START Data for this task

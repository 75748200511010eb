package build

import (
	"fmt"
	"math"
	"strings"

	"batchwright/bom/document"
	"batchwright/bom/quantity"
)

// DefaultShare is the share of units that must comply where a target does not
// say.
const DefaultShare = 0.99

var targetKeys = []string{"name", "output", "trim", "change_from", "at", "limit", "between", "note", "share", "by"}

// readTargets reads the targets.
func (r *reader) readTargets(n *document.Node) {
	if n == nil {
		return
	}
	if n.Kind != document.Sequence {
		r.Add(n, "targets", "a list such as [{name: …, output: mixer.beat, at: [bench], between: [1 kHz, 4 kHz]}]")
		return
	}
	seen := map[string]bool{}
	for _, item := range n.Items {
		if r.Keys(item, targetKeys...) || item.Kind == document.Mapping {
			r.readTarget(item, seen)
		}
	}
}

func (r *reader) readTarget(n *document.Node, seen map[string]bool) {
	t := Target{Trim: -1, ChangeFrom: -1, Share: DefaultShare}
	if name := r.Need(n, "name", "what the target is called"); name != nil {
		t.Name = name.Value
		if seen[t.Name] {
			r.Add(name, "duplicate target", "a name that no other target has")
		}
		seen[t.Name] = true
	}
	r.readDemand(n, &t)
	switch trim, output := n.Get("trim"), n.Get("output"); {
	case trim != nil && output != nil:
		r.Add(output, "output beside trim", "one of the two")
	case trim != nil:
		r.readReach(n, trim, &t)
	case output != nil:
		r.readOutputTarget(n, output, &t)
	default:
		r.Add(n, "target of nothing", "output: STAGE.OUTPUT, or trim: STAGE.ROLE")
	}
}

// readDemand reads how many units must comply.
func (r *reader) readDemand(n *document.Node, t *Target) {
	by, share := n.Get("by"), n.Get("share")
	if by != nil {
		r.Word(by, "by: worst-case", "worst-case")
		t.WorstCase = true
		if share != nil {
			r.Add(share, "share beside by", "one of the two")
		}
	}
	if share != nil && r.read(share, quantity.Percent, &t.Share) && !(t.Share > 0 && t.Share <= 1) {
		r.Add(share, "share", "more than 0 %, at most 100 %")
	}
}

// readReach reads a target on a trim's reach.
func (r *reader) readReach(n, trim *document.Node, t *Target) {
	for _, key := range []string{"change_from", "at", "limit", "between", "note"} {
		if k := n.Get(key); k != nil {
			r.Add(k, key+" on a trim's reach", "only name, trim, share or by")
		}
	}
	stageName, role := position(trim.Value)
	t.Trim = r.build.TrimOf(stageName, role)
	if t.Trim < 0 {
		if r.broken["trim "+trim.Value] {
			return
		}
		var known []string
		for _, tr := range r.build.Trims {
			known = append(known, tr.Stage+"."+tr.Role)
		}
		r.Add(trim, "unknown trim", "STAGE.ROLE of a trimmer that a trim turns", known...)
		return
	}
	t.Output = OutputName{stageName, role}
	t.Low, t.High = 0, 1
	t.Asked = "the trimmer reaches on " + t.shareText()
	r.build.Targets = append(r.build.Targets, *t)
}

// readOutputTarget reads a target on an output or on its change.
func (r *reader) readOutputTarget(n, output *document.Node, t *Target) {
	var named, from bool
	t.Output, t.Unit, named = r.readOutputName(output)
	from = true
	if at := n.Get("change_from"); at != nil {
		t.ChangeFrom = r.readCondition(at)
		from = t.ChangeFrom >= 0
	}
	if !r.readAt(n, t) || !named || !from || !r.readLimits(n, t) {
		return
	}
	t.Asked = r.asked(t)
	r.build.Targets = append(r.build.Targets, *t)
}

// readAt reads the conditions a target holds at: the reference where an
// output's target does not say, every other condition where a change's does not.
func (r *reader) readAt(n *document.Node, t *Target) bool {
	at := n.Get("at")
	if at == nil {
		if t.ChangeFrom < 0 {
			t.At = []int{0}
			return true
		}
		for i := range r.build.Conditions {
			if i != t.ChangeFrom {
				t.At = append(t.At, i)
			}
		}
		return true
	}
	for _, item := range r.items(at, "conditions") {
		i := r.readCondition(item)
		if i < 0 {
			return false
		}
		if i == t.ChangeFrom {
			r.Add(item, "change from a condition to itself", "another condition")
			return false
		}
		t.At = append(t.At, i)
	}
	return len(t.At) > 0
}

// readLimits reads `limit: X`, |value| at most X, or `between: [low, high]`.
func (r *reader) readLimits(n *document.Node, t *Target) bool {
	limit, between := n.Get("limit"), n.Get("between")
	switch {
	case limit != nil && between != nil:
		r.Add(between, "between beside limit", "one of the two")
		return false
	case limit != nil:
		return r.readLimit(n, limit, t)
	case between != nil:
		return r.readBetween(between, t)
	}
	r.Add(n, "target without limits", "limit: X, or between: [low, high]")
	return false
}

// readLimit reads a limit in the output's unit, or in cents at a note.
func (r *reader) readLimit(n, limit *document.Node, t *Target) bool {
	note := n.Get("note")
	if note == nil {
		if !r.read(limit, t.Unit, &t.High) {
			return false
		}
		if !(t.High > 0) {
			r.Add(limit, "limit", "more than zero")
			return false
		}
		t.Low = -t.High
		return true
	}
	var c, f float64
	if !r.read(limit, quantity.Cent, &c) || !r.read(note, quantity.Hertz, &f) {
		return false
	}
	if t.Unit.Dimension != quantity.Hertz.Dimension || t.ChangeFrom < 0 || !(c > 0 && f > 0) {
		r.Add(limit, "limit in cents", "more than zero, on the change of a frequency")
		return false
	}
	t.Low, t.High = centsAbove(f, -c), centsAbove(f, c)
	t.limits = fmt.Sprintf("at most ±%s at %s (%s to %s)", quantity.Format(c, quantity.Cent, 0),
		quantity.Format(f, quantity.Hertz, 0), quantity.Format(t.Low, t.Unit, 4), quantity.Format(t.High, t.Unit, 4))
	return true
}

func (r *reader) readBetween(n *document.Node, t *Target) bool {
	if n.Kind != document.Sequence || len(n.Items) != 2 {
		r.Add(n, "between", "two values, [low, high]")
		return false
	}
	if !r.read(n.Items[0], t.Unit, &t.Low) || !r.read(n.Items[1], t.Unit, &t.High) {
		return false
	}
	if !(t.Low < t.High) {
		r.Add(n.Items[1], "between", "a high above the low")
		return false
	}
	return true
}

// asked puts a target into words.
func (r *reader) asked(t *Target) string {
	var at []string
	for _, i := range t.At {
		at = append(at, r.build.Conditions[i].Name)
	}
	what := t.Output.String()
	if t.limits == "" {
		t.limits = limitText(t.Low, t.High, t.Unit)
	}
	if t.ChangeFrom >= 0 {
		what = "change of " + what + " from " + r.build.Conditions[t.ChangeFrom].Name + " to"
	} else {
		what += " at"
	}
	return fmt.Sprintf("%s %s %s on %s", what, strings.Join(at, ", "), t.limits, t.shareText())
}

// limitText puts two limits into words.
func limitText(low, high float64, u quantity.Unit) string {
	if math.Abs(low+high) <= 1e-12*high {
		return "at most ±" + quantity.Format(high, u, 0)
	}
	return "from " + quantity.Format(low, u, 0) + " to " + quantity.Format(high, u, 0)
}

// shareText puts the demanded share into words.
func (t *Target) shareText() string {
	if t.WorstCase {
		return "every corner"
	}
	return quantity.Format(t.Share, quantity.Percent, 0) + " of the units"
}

END Data for this task
START Data for this task

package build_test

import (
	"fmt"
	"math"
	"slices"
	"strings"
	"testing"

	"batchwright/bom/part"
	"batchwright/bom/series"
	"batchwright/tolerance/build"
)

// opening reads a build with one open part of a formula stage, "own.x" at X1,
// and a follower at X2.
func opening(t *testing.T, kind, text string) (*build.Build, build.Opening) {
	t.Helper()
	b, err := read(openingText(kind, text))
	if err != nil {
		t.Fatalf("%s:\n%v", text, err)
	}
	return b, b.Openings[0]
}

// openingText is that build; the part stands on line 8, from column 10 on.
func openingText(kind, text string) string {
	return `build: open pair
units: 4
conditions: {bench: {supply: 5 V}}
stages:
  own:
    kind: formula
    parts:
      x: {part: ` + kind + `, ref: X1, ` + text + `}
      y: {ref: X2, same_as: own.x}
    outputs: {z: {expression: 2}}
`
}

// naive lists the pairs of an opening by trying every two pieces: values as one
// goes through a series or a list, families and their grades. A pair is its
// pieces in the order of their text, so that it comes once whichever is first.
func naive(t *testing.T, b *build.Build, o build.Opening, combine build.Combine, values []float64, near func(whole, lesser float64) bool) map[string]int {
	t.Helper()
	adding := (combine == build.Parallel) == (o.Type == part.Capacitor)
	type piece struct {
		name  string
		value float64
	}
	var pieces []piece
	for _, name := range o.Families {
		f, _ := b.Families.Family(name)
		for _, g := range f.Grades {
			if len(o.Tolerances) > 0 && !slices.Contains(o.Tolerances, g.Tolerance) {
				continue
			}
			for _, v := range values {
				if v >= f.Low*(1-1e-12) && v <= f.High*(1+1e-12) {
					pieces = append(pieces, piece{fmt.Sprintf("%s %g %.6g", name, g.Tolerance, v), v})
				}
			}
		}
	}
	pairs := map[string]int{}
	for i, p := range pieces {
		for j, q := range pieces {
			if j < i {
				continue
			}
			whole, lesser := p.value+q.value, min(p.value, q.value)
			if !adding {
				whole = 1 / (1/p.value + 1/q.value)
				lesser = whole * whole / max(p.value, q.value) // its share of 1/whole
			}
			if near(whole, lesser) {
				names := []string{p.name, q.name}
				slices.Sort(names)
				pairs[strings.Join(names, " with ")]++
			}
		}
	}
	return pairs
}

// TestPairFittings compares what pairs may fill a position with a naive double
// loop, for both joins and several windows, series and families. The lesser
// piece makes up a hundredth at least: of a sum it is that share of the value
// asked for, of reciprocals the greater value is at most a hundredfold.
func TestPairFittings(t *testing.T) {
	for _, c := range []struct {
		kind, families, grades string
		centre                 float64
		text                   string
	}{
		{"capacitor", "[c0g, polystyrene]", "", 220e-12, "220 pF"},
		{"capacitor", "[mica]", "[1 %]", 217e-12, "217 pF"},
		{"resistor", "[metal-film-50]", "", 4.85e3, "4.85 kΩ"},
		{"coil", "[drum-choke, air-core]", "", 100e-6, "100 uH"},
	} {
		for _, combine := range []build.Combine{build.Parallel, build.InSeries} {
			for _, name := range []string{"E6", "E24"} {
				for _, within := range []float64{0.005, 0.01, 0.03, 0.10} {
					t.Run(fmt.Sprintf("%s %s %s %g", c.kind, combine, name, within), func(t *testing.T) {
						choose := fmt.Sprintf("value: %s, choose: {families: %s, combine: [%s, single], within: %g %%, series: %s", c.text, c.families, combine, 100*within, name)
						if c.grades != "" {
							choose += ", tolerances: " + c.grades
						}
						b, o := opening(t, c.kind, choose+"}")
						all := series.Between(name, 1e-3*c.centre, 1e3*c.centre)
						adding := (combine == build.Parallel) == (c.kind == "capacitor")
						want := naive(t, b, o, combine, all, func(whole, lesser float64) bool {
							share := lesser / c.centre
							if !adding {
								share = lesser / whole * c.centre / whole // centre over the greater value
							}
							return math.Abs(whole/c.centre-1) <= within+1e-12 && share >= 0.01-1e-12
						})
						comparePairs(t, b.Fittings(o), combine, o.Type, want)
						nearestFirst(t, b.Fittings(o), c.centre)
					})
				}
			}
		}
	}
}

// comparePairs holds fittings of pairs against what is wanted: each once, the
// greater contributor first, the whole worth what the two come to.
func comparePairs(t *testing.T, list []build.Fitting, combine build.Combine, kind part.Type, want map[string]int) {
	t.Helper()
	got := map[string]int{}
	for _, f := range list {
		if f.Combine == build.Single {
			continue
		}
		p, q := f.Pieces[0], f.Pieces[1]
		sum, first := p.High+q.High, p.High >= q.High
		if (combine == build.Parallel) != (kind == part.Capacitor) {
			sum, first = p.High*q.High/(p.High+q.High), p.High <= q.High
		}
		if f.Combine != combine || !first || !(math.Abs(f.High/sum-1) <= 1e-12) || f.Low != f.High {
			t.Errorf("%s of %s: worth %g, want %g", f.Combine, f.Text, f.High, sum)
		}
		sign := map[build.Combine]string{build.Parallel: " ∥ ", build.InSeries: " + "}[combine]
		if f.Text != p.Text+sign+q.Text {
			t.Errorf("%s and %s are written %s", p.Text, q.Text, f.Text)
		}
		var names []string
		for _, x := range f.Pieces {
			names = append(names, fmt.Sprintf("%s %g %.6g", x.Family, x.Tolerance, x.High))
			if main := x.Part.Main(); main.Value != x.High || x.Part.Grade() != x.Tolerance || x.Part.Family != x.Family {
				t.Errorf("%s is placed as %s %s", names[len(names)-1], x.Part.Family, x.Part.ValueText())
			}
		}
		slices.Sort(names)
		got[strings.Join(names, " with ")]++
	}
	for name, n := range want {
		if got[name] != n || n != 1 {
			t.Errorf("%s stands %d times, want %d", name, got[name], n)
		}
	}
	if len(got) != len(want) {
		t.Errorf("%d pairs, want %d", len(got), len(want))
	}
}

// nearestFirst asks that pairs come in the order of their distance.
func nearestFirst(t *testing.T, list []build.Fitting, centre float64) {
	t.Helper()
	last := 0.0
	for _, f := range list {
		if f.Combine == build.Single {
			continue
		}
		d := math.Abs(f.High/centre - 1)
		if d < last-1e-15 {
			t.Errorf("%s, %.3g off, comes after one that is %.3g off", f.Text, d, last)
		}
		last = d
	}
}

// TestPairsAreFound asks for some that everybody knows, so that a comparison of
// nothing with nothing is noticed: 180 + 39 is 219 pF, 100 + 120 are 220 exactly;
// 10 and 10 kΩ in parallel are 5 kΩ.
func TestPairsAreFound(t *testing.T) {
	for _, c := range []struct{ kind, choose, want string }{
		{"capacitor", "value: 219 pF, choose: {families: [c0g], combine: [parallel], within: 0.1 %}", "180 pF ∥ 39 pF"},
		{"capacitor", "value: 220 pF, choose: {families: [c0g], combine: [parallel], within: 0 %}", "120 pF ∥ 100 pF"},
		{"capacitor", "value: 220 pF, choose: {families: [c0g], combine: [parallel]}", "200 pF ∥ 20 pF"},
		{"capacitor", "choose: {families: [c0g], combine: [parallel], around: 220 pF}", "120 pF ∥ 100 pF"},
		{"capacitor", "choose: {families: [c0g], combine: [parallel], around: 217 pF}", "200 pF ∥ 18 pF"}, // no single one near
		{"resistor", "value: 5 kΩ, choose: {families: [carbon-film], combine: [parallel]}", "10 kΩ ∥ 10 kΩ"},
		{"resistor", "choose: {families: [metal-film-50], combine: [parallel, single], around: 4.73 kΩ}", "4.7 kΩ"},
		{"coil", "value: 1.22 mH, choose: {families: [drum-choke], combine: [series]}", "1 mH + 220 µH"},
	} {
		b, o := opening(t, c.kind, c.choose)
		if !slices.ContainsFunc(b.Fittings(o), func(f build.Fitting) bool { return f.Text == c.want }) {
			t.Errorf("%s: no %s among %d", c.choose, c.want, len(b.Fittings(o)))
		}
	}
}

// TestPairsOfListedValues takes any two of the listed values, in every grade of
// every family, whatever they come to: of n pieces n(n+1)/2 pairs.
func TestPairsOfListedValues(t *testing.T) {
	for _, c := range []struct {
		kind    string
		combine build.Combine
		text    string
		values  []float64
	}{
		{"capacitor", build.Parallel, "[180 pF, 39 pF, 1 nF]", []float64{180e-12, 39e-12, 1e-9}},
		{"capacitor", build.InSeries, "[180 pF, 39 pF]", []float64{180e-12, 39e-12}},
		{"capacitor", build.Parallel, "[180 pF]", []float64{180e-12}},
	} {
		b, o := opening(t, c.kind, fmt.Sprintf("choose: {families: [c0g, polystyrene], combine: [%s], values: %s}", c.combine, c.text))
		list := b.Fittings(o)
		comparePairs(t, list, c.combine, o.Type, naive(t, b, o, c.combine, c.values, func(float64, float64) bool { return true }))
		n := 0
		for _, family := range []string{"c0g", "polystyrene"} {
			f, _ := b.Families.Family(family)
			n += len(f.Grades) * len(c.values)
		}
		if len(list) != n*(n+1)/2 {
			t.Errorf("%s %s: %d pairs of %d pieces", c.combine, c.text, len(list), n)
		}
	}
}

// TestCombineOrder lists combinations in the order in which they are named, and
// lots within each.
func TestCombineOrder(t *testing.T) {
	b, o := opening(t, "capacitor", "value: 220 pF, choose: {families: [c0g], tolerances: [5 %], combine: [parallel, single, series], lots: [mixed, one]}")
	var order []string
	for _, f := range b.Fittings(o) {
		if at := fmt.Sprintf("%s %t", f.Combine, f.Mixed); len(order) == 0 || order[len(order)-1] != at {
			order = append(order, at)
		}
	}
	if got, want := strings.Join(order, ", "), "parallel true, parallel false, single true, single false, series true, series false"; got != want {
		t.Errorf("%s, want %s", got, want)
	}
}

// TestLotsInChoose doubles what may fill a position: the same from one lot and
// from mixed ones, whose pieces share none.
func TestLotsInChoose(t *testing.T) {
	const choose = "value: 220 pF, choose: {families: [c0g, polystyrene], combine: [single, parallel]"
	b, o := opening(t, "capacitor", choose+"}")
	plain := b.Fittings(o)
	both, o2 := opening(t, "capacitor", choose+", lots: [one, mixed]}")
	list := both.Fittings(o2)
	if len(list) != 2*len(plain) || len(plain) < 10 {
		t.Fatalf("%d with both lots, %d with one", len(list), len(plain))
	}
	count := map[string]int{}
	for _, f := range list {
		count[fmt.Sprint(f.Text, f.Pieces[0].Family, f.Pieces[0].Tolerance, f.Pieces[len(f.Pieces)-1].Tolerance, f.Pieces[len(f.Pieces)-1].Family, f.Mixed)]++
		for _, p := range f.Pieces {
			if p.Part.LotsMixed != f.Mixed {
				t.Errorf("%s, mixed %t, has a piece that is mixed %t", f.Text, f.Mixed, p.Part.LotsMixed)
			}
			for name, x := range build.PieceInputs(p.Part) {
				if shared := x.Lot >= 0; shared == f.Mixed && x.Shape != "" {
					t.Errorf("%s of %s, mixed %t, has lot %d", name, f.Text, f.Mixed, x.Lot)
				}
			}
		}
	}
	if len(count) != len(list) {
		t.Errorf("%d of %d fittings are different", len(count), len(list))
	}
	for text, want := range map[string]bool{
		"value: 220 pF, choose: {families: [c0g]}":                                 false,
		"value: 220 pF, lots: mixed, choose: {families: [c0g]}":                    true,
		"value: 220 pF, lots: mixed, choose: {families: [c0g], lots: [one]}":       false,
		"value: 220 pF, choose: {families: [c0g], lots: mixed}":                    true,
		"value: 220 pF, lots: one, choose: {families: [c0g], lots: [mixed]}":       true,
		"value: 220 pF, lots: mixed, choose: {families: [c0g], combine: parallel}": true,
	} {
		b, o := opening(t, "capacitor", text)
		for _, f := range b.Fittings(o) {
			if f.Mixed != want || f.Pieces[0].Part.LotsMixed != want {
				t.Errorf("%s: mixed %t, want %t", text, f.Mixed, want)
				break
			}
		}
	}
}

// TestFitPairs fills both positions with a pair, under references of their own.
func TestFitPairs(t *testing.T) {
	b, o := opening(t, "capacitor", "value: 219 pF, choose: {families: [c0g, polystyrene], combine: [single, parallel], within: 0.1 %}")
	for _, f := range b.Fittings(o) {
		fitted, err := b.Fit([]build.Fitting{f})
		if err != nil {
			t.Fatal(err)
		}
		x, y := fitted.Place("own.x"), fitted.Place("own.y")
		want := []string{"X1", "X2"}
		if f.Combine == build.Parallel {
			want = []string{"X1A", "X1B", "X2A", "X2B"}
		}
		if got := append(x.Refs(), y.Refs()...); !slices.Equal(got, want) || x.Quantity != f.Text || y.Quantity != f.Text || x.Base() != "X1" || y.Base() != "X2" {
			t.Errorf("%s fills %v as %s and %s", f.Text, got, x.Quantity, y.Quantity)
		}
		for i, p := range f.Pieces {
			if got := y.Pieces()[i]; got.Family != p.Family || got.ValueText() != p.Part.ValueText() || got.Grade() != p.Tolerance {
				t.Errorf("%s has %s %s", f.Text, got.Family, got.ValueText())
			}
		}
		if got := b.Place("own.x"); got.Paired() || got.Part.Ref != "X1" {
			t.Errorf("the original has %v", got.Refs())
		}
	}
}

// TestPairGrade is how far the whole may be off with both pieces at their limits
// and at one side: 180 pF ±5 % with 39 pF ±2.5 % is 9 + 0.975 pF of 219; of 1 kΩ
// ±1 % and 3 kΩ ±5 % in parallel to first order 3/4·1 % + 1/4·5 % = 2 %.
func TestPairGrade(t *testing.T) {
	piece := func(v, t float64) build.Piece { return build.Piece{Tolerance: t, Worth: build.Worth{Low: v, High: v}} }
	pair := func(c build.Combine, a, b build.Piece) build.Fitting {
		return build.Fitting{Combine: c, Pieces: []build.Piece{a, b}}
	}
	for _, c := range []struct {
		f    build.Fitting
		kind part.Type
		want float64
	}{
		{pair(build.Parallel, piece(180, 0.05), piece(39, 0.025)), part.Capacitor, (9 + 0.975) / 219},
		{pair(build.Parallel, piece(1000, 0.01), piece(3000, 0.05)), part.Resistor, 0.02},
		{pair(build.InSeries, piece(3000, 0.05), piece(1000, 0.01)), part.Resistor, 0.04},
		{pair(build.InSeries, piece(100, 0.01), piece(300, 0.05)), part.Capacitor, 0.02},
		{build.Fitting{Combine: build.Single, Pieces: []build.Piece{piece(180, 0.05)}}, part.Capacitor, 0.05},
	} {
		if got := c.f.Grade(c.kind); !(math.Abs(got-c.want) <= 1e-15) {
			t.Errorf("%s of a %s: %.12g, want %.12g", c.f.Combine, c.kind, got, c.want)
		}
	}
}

END Data for this task

### Task requirements
For this exercise, please output exactly the lines above starting at the line with "a trim's reach." and ending at the line with "reference where an", ends included.

### Answer space
// readReach reads a target on a trim's reach.
func (r *reader) readReach(n, trim *document.Node, t *Target) {
	for _, key := range []string{"change_from", "at", "limit", "between", "note"} {
		if k := n.Get(key); k != nil {
			r.Add(k, key+" on a trim's reach", "only name, trim, share or by")
		}
	}
	stageName, role := position(trim.Value)
	t.Trim = r.build.TrimOf(stageName, role)
	if t.Trim < 0 {
		if r.broken["trim "+trim.Value] {
			return
		}
		var known []string
		for _, tr := range r.build.Trims {
			known = append(known, tr.Stage+"."+tr.Role)
		}
		r.Add(trim, "unknown trim", "STAGE.ROLE of a trimmer that a trim turns", known...)
		return
	}
	t.Output = OutputName{stageName, role}
	t.Low, t.High = 0, 1
	t.Asked = "the trimmer reaches on " + t.shareText()
	r.build.Targets = append(r.build.Targets, *t)
}

// readOutputTarget reads a target on an output or on its change.
func (r *reader) readOutputTarget(n, output *document.Node, t *Target) {
	var named, from bool
	t.Output, t.Unit, named = r.readOutputName(output)
	from = true
	if at := n.Get("change_from"); at != nil {
		t.ChangeFrom = r.readCondition(at)
		from = t.ChangeFrom >= 0
	}
	if !r.readAt(n, t) || !named || !from || !r.readLimits(n, t) {
		return
	}
	t.Asked = r.asked(t)
	r.build.Targets = append(r.build.Targets, *t)
}

// readAt reads the conditions a target holds at: the reference where an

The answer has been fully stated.